COMMODORE trial: Long-term follow up of gilteritinib vs salvage chemotherapy in R/R FLT3-mutated AML

Gilteritinib is an FLT3 inhibitor approved by the U.S. Food and Drug Administration and the European Medicines Agency for the treatment of adult patients with relapsed/refractory (R/R) FLT3-mutated (FLT3m) acute myeloid leukemia (AML). The primary analysis of the phase III COMMODORE trial (NCT03182244) demonstrated significant improvements in overall survival (OS) and event-free survival (EFS) rates with gilteritinib vs salvage chemotherapy in predominantly Asian patients with R/R FLT3m AML. However, long-term data on the efficacy and safety of gilteritinib treatment in Asian populations with FLT3m AML are limited.
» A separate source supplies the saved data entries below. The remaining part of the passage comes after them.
"""Finding the spreadsheet engine: the soffice launcher and a Python that can import uno.

Only looks; starting and talking to the engine is ``process.py``.
"""

from __future__ import annotations

import functools
import os
import shutil
import subprocess
from dataclasses import dataclass

__all__ = ["INSTALL_HINT", "EngineInfo", "find_engine"]

INSTALL_HINT = "apt-get install -y --no-install-recommends libreoffice-calc-nogui python3-uno"


@dataclass(frozen=True)
class EngineInfo:
    """Where the engine lives: the soffice launcher and a Python that can import uno."""

    soffice: str
    python: str


def _python_has_uno(python: str) -> bool:
    try:
        done = subprocess.run(
            [python, "-c", "import uno"],
            stdin=subprocess.DEVNULL,
            stdout=subprocess.DEVNULL,
            stderr=subprocess.DEVNULL,
            timeout=60,
            check=False,
        )
    except (OSError, subprocess.TimeoutExpired):
        return False
    return done.returncode == 0


@functools.cache
def find_engine() -> EngineInfo | None:
    """Locate soffice and a system Python with UNO; None when either is missing.

    ``SHEETFIT_SOFFICE`` and ``SHEETFIT_UNO_PYTHON`` override the search.
    """
    soffice_candidates = [
        os.environ.get("SHEETFIT_SOFFICE"),
        shutil.which("soffice"),
        shutil.which("libreoffice"),
        "/usr/lib/libreoffice/program/soffice",
    ]
    soffice = next((c for c in soffice_candidates if c and os.access(c, os.X_OK)), None)
    if soffice is None:
        return None
    python_candidates = [
        os.environ.get("SHEETFIT_UNO_PYTHON"),
        "/usr/bin/python3",
        "/usr/lib/libreoffice/program/python",
    ]
    for python in python_candidates:
        if python and os.access(python, os.X_OK) and _python_has_uno(python):
            return EngineInfo(soffice=soffice, python=python)
    return None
During the European Hematology Association (EHA) 2025 Congress, June 12–15, 2025, Milan, IT, Jianxiang Wang presented long-term follow-up data from the COMMODORE trial in patients treated with gilteritinib (n = 137) vs salvage chemotherapy (n = 139). The primary endpoint was OS; key secondary endpoints were EFS and complete remission rate. The median follow-up was 34.6 months. 

Key learnings

Gilteritinib showed long-term OS and EFS benefit compared with salvage chemotherapy, with a 39% reduction in the risk of death (HR, 0.61; p = 0.0015) and a 41% reduction in the risk of an event (HR, 0.589; p = 0.00005), respectively.

CR (20.4% vs 11.5%) and CRc (53.3% vs 22.3%) rates were higher with gilteritinib than with salvage chemotherapy, respectively. The ORR was also higher with gilteritinib compared with salvage chemotherapy (67.9% vs 27.3%).
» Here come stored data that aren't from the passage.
class Engine:
    """One headless LibreOffice plus its UNO worker; recalculates workbooks on request.

    Use as a context manager (or call :meth:`close`). Starting costs about a second, so
    share one instance per test session. After a timeout or crash the processes are
    killed and the next request starts a fresh pair.
    """

    def __init__(
        self,
        info: EngineInfo | None = None,
        *,
        timeout: float = DEFAULT_TIMEOUT,
        start_timeout: float = DEFAULT_TIMEOUT,
        profile_template: Path | None = None,
        env: Mapping[str, str] | None = None,
    ) -> None:
        """``profile_template``: a LibreOffice user profile (the folder passed as
        ``-env:UserInstallation``) copied afresh for every start, e.g. one with an extension
        installed by ``unopkg``; ``env``: variables added to soffice's environment."""
        found = info if info is not None else find_engine()
        if found is None:
            raise EngineError(f"LibreOffice Calc with python3-uno not found: {INSTALL_HINT}")
        self.info = found
        self.timeout = timeout
        self.start_timeout = start_timeout
        self.profile_template = profile_template
        self.env = dict(env or {})
        self._base = Path(tempfile.mkdtemp(prefix="sheetfit-engine-"))
        self._run: _Running | None = None
        self._starts = 0
        self.last_start_seconds: float | None = None
        self._finalizer = weakref.finalize(self, Engine._cleanup, self._base, [None])

    # -- lifecycle -------------------------------------------------------------------

    def __enter__(self) -> Self:
        self.start()
        return self

    def __exit__(self, *exc: object) -> None:
        self.close()

    @property
    def running(self) -> bool:
        return self._run is not None

    @property
    def worker_pid(self) -> int | None:
        return self._run.worker.pid if self._run else None

    def start(self) -> None:
        """Start soffice and the worker unless they are already running."""
        if self._run is not None:
            return
        if not self._base.exists():
            raise EngineError("this Engine was closed")
        self._starts += 1
        t0 = time.monotonic()
        profile = self._base / f"profile-{self._starts}"
        workdir = self._base / "work"
        workdir.mkdir(exist_ok=True)
        pipe = f"sheetfit_{os.getpid()}_{uuid.uuid4().hex[:12]}"
        soffice_log_path = self._base / f"soffice-{self._starts}.log"
        worker_log_path = self._base / f"worker-{self._starts}.log"
        soffice_log = open(soffice_log_path, "wb")  # noqa: SIM115 - closed in _stop
        worker_log = open(worker_log_path, "wb")  # noqa: SIM115 - closed in _stop
        if self.profile_template is not None:
            shutil.copytree(self.profile_template, profile, symlinks=True)
        env = {**os.environ, **self.env}
        env.setdefault("SAL_USE_VCLPLUGIN", "svp")  # no display needed
        soffice = subprocess.Popen(
            [
                self.info.soffice,
                f"-env:UserInstallation={profile.as_uri()}",
                "--headless",
                "--invisible",
                "--norestore",
                "--nolockcheck",
                "--nodefault",
                "--nologo",
                f"--accept=pipe,name={pipe};urp;",
            ],
            stdin=subprocess.DEVNULL,
            stdout=soffice_log,
            stderr=subprocess.STDOUT,
            env=env,
            start_new_session=True,
        )
        worker = subprocess.Popen(
            [
                self.info.python,
                str(WORKER_SCRIPT),
                "--pipe",
                pipe,
                "--workdir",
                str(workdir),
                "--connect-timeout",
                str(self.start_timeout),
            ],
            stdin=subprocess.PIPE,
            stdout=subprocess.PIPE,
            stderr=worker_log,
            text=True,
            encoding="utf-8",
            start_new_session=True,
        )
        if worker.stdout is None:  # stdout=PIPE above; never None unless Popen broke
            for proc in (worker, soffice):
                _kill_group(proc)
            soffice_log.close()
            worker_log.close()
            raise EngineError("the UNO worker was started without a reply pipe")
        replies: queue.Queue[str | None] = queue.Queue()
        reader = threading.Thread(
            target=_read_lines, args=(worker.stdout, replies), daemon=True, name="uno-reply"
        )
        reader.start()
        self._run = _Running(
            soffice=soffice,
            worker=worker,
            soffice_log=soffice_log,
            worker_log=worker_log,
            soffice_log_path=soffice_log_path,
            worker_log_path=worker_log_path,
            profile=profile,
            replies=replies,
            reader=reader,
            pipe=pipe,
        )
        self._finalizer.detach()
        self._finalizer = weakref.finalize(self, Engine._cleanup, self._base, [self._run])
        try:
            self._await(0, "start", self.start_timeout + 5.0, time.monotonic())
        except EngineError:
            self._stop(graceful=False)
            raise
        self._run.start_seconds = time.monotonic() - t0
        self.last_start_seconds = self._run.start_seconds

    def close(self) -> None:
        """Stop both processes and remove the private profile and scratch files."""
        if self._run is not None:
            self._stop(graceful=True)
        self._finalizer()

    @staticmethod
    def _cleanup(base: Path, holder: list[_Running | None]) -> None:
        run = holder[0]
        if run is not None and not run.closed:
            _hard_stop(run)
        shutil.rmtree(base, ignore_errors=True)

    def _stop(self, *, graceful: bool) -> None:
        run, self._run = self._run, None
        if run is None:
            return
        if graceful and run.worker.poll() is None:
            try:
                self._send(run, {"op": "shutdown"})
                self._await_run(run, run.next_id - 1, "shutdown", 30.0, time.monotonic())
            except EngineError:
                pass
            for proc in (run.worker, run.soffice):
                try:
                    proc.wait(timeout=30)
                except subprocess.TimeoutExpired:
                    pass
        _hard_stop(run)
        shutil.rmtree(run.profile, ignore_errors=True)

    # -- requests --------------------------------------------------------------------

    def ping(self, *, timeout: float | None = None) -> dict[str, Any]:
        """Round-trip a no-op request; returns the worker's reply."""
        return self._request({"op": "ping"}, timeout)

    def recalculate(
        self, path: str | os.PathLike[str], *, timeout: float | None = None
    ) -> RecalcBook:
        """Load a copy of the book, force a full recalculation and read every formula cell."""
        source = Path(path).resolve()
        if not source.is_file():
            raise FileNotFoundError(f"no such workbook: {source}")
        t0 = time.monotonic()
        reply = self._request({"op": "recalculate", "path": str(source)}, timeout, what=source)
        sheets = []
        for sheet in reply["sheets"]:
            name = sheet["name"]
            cells = {
                address: RecalcCell(name, address, value, error, code, formula)
                for address, value, error, code, formula in sheet["cells"]
            }
            sheets.append(RecalcSheet(name, cells))
        seconds = {**reply["seconds"], "total": time.monotonic() - t0}
        return RecalcBook(path=source, sheets=tuple(sheets), seconds=seconds)

    def run_command(
        self,
        path: str | os.PathLike[str] | None,
        url: str,
        *,
        active: str | None = None,
        edits: Sequence[tuple[str, str, float]] = (),
        read: Sequence[str] = (),
        timeout: float | None = None,
    ) -> dict[str, Any]:
        """Open the book itself (the command under test writes it; None: a new, never saved
        spreadsheet), apply ``edits`` (sheet, cell, number), make ``active`` the active
        sheet, dispatch ``url`` in the document's window through a DispatchHelper, then read
        the used area (from A1) of the ``read`` sheets from whatever document that window
        shows afterwards, and close it.

        Returns ``state`` and ``result`` (the DispatchResultEvent's, when the command
        reports one), ``active`` and ``sheets`` (names) after the command, and ``values``:
        sheet name -> rows of cell values (numbers as floats, text, '' for empty).
        """
        source = None if path is None else str(Path(path).resolve())
        message = {
            "op": "run_command",
            "path": source,
            "url": url,
            "active": active,
            "edits": [list(e) for e in edits],
            "read": list(read),
        }
        return self._request(message, timeout, what=url)

    def set_setting(
        self, nodepath: str, name: str, value: str, *, timeout: float | None = None
    ) -> None:
        """Write one string setting in the running engine's configuration (and commit it)."""
        self._request(
            {"op": "set_setting", "nodepath": nodepath, "name": name, "value": value},
            timeout,
            what=f"{nodepath}/{name}",
        )

    def _request(
        self, message: dict[str, Any], timeout: float | None, what: object = None
    ) -> dict[str, Any]:
        self.start()
        run = self._live()
        limit = self.timeout if timeout is None else timeout
        label = str(message["op"]) + (f" {what}" if what is not None else "")
        t0 = time.monotonic()
        req_id = self._send(run, message, label)
        return self._await(req_id, label, limit, t0)

    def _send(self, run: _Running, message: dict[str, Any], label: str = "") -> int:
        req_id = run.next_id
        run.next_id += 1
        stdin = run.worker.stdin
        if stdin is None:  # stdin=PIPE at start; never None unless Popen broke
            self._fail(run, EngineError, f"{label or message['op']}: worker has no stdin", 0.0)
        try:
            stdin.write(json.dumps({**message, "id": req_id}) + "\n")
            stdin.flush()
        except (BrokenPipeError, OSError, ValueError):
            self._fail(run, EngineCrashed, f"{label or message['op']}: worker is gone", 0.0)
        return req_id

    def _live(self) -> _Running:
        """The running process pair; an explicit error when there is none."""
        if self._run is None:
            raise EngineError("the engine is not running")
        return self._run

    def _await(self, req_id: int, label: str, limit: float, t0: float) -> dict[str, Any]:
        return self._await_run(self._live(), req_id, label, limit, t0)

    def _await_run(
        self, run: _Running, req_id: int, label: str, limit: float, t0: float
    ) -> dict[str, Any]:
        deadline = t0 + limit
        while True:
            remaining = deadline - time.monotonic()
            if remaining <= 0:
                self._fail(run, EngineTimeout, f"{label}: no reply within {limit:g} s", limit)
            try:
                line = run.replies.get(timeout=min(remaining, 0.2))
            except queue.Empty:
                if run.soffice.poll() is not None:
                    self._fail(
                        run,
                        EngineCrashed,
                        f"{label}: soffice exited with code {run.soffice.returncode}",
                        time.monotonic() - t0,
                    )
                continue
            if line is None:
                code = run.worker.wait(timeout=30)
                self._fail(
                    run,
                    EngineCrashed,
                    f"{label}: the UNO worker exited with code {code}",
                    time.monotonic() - t0,
                )
            try:
                reply = json.loads(line)
            except json.JSONDecodeError:
                self._fail(
                    run,
                    EngineError,
                    f"{label}: garbled reply {line[:200]!r}",
                    time.monotonic() - t0,
                )
            if reply.get("id") != req_id:
                continue  # a late reply to an earlier request
            if not reply.get("ok"):
                message = f"{label}: {reply.get('error')}\n{reply.get('traceback', '')}"
                if req_id == 0:  # start failed
                    self._fail(run, EngineError, message, time.monotonic() - t0)
                raise EngineError(message + self._diagnostics(run))
            return dict(reply)

    def _diagnostics(self, run: _Running) -> str:
        run.soffice_log.flush()
        run.worker_log.flush()
        return (
            f"\n--- soffice ({self.info.soffice}) output, tail ---\n{_tail(run.soffice_log_path)}"
            f"\n--- worker ({self.info.python} {WORKER_SCRIPT.name}) stderr, tail ---\n"
            f"{_tail(run.worker_log_path)}"
        )

    def _fail(
        self, run: _Running, kind: type[EngineError], message: str, elapsed: float
    ) -> NoReturn:
        """Kill the pair (the next request restarts it) and raise with both logs' tails."""
        _hard_stop(run, close_logs=False)
        details = self._diagnostics(run)
        _close_logs(run)
        if self._run is run:
            self._run = None
            shutil.rmtree(run.profile, ignore_errors=True)
        raise kind(
            f"LibreOffice engine failed: {message} (after {elapsed:.1f} s; processes killed, "
            f"the next request starts a fresh engine){details}"
        )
A higher proportion of patients underwent HSCT with gilteritinib than with salvage chemotherapy (22.6% vs 7.9%), with 80.6% of patients treated with gilteritinib receiving on-study HSCT.

Gilteritinib was well tolerated and continued to demonstrate clinical benefit vs salvage chemotherapy for up to 3 years in patients with R/R FLT3m AML. The findings validate the long-term efficacy and safety of gilteritinib.